■ **HOW TO COMPLETE THIS TASK**: The response must restate the data exactly, with nothing left out.

■ **MATERIAL SHOWN**:

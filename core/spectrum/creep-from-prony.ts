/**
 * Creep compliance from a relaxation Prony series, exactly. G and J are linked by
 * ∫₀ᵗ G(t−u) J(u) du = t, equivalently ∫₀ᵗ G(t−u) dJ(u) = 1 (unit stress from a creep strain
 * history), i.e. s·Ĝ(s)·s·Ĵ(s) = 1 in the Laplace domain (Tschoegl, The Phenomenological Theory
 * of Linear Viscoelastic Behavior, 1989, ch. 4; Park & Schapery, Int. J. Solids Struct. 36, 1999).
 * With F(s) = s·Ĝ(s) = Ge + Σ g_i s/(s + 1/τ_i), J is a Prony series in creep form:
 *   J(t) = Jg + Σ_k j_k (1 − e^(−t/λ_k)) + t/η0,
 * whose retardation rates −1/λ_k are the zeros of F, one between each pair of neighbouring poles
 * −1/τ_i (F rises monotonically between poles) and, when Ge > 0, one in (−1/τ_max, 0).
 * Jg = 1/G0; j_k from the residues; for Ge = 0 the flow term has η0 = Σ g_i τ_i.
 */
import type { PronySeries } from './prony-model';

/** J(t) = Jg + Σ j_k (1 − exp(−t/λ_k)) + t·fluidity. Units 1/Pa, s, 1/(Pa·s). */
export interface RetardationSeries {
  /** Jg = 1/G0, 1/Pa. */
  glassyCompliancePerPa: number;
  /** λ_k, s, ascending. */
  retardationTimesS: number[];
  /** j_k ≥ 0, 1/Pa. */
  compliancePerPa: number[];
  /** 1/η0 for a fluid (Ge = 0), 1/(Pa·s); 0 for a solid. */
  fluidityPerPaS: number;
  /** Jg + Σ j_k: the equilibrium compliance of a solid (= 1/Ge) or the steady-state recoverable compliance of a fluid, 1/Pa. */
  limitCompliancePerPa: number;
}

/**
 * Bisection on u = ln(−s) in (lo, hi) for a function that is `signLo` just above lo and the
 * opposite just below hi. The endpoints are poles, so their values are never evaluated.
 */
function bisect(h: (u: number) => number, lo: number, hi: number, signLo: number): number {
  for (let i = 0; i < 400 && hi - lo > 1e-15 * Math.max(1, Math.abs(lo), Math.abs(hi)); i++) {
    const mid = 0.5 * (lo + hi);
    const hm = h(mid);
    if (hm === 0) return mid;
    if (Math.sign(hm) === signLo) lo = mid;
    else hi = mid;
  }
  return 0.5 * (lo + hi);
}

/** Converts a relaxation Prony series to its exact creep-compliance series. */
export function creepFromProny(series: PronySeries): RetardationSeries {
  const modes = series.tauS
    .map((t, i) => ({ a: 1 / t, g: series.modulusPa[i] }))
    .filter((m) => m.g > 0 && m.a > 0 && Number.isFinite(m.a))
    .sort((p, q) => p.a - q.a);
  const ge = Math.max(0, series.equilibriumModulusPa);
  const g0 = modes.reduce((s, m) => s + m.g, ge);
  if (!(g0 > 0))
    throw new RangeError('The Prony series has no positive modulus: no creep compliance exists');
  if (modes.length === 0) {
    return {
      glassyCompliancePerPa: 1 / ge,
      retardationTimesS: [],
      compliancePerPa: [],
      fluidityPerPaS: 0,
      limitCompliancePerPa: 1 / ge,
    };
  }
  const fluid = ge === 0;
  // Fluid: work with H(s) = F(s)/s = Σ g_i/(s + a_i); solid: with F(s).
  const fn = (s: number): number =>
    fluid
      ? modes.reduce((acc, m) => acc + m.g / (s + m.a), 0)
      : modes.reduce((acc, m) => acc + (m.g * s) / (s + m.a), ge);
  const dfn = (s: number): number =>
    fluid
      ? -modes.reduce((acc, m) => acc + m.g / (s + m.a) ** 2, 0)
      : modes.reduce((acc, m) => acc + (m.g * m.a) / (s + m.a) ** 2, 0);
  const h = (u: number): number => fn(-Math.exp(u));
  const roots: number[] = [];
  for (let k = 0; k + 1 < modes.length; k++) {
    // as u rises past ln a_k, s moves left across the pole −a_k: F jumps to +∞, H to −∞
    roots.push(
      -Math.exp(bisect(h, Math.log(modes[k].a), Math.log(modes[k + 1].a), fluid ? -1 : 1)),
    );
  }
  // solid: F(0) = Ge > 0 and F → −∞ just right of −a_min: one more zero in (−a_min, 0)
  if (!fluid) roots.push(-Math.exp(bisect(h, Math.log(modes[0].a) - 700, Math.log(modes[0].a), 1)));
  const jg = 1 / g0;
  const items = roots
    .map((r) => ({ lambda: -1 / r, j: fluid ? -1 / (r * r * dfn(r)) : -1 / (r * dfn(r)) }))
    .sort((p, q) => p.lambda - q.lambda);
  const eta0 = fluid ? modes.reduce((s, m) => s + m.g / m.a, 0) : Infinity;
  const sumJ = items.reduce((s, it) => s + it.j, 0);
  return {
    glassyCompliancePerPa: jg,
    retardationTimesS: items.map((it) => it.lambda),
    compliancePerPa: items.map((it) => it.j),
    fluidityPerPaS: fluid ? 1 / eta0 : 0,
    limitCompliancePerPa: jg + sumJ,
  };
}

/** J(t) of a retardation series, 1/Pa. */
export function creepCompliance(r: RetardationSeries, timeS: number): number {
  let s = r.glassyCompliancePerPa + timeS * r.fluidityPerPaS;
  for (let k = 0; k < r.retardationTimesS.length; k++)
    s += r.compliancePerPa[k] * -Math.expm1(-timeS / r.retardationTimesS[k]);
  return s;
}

■ **COMPLETED TASK**:
filename core/spectrum/creep-from-prony.ts
/**
 * Creep compliance from a relaxation Prony series, exactly. G and J are linked by
 * ∫₀ᵗ G(t−u) J(u) du = t, equivalently ∫₀ᵗ G(t−u) dJ(u) = 1 (unit stress from a creep strain
 * history), i.e. s·Ĝ(s)·s·Ĵ(s) = 1 in the Laplace domain (Tschoegl, The Phenomenological Theory
 * of Linear Viscoelastic Behavior, 1989, ch. 4; Park & Schapery, Int. J. Solids Struct. 36, 1999).
 * With F(s) = s·Ĝ(s) = Ge + Σ g_i s/(s + 1/τ_i), J is a Prony series in creep form:
 *   J(t) = Jg + Σ_k j_k (1 − e^(−t/λ_k)) + t/η0,
 * whose retardation rates −1/λ_k are the zeros of F, one between each pair of neighbouring poles
 * −1/τ_i (F rises monotonically between poles) and, when Ge > 0, one in (−1/τ_max, 0).
 * Jg = 1/G0; j_k from the residues; for Ge = 0 the flow term has η0 = Σ g_i τ_i.
 */
import type { PronySeries } from './prony-model';

/** J(t) = Jg + Σ j_k (1 − exp(−t/λ_k)) + t·fluidity. Units 1/Pa, s, 1/(Pa·s). */
export interface RetardationSeries {
  /** Jg = 1/G0, 1/Pa. */
  glassyCompliancePerPa: number;
  /** λ_k, s, ascending. */
  retardationTimesS: number[];
  /** j_k ≥ 0, 1/Pa. */
  compliancePerPa: number[];
  /** 1/η0 for a fluid (Ge = 0), 1/(Pa·s); 0 for a solid. */
  fluidityPerPaS: number;
  /** Jg + Σ j_k: the equilibrium compliance of a solid (= 1/Ge) or the steady-state recoverable compliance of a fluid, 1/Pa. */
  limitCompliancePerPa: number;
}

/**
 * Bisection on u = ln(−s) in (lo, hi) for a function that is `signLo` just above lo and the
 * opposite just below hi. The endpoints are poles, so their values are never evaluated.
 */
function bisect(h: (u: number) => number, lo: number, hi: number, signLo: number): number {
  for (let i = 0; i < 400 && hi - lo > 1e-15 * Math.max(1, Math.abs(lo), Math.abs(hi)); i++) {
    const mid = 0.5 * (lo + hi);
    const hm = h(mid);
    if (hm === 0) return mid;
    if (Math.sign(hm) === signLo) lo = mid;
    else hi = mid;
  }
  return 0.5 * (lo + hi);
}

/** Converts a relaxation Prony series to its exact creep-compliance series. */
export function creepFromProny(series: PronySeries): RetardationSeries {
  const modes = series.tauS
    .map((t, i) => ({ a: 1 / t, g: series.modulusPa[i] }))
    .filter((m) => m.g > 0 && m.a > 0 && Number.isFinite(m.a))
    .sort((p, q) => p.a - q.a);
  const ge = Math.max(0, series.equilibriumModulusPa);
  const g0 = modes.reduce((s, m) => s + m.g, ge);
  if (!(g0 > 0))
    throw new RangeError('The Prony series has no positive modulus: no creep compliance exists');
  if (modes.length === 0) {
    return {
      glassyCompliancePerPa: 1 / ge,
      retardationTimesS: [],
      compliancePerPa: [],
      fluidityPerPaS: 0,
      limitCompliancePerPa: 1 / ge,
    };
  }
  const fluid = ge === 0;
  // Fluid: work with H(s) = F(s)/s = Σ g_i/(s + a_i); solid: with F(s).
  const fn = (s: number): number =>
    fluid
      ? modes.reduce((acc, m) => acc + m.g / (s + m.a), 0)
      : modes.reduce((acc, m) => acc + (m.g * s) / (s + m.a), ge);
  const dfn = (s: number): number =>
    fluid
      ? -modes.reduce((acc, m) => acc + m.g / (s + m.a) ** 2, 0)
      : modes.reduce((acc, m) => acc + (m.g * m.a) / (s + m.a) ** 2, 0);
  const h = (u: number): number => fn(-Math.exp(u));
  const roots: number[] = [];
  for (let k = 0; k + 1 < modes.length; k++) {
    // as u rises past ln a_k, s moves left across the pole −a_k: F jumps to +∞, H to −∞
    roots.push(
      -Math.exp(bisect(h, Math.log(modes[k].a), Math.log(modes[k + 1].a), fluid ? -1 : 1)),
    );
  }
  // solid: F(0) = Ge > 0 and F → −∞ just right of −a_min: one more zero in (−a_min, 0)
  if (!fluid) roots.push(-Math.exp(bisect(h, Math.log(modes[0].a) - 700, Math.log(modes[0].a), 1)));
  const jg = 1 / g0;
  const items = roots
    .map((r) => ({ lambda: -1 / r, j: fluid ? -1 / (r * r * dfn(r)) : -1 / (r * dfn(r)) }))
    .sort((p, q) => p.lambda - q.lambda);
  const eta0 = fluid ? modes.reduce((s, m) => s + m.g / m.a, 0) : Infinity;
  const sumJ = items.reduce((s, it) => s + it.j, 0);
  return {
    glassyCompliancePerPa: jg,
    retardationTimesS: items.map((it) => it.lambda),
    compliancePerPa: items.map((it) => it.j),
    fluidityPerPaS: fluid ? 1 / eta0 : 0,
    limitCompliancePerPa: jg + sumJ,
  };
}

/** J(t) of a retardation series, 1/Pa. */
export function creepCompliance(r: RetardationSeries, timeS: number): number {
  let s = r.glassyCompliancePerPa + timeS * r.fluidityPerPaS;
  for (let k = 0; k < r.retardationTimesS.length; k++)
    s += r.compliancePerPa[k] * -Math.expm1(-timeS / r.retardationTimesS[k]);
  return s;
}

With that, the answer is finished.